Stored items

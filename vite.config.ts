import { reactRouter } from '@react-router/dev/vite'
import tailwindcss from '@tailwindcss/vite'
import { defineConfig } from 'vite'

export default defineConfig({
  plugins: [tailwindcss(), reactRouter()],
  // No data: URIs in what is built, so that the content security policy needs no exception for them.
  build: { assetsInlineLimit: 0 },
  // Every client dependency by name, or the first visit in development reloads into a second copy of React.
  optimizeDeps: {
    include: [
      'react',
      'react-dom',
      'react-dom/client',
      'react/jsx-runtime',
      'react/jsx-dev-runtime',
      'react-router',
      'react-router/dom',
      '@conform-to/react',
      '@conform-to/zod/v4',
      'dayjs',
      'dayjs/plugin/utc.js',
      'zod',
    ],
  },
})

→ **YOUR INSTRUCTIONS**: Go through the records above, find each line with the string "runtime", and copy it.

→ **REPLY TO THE EXERCISE**:
      'react/jsx-runtime',
      'react/jsx-dev-runtime',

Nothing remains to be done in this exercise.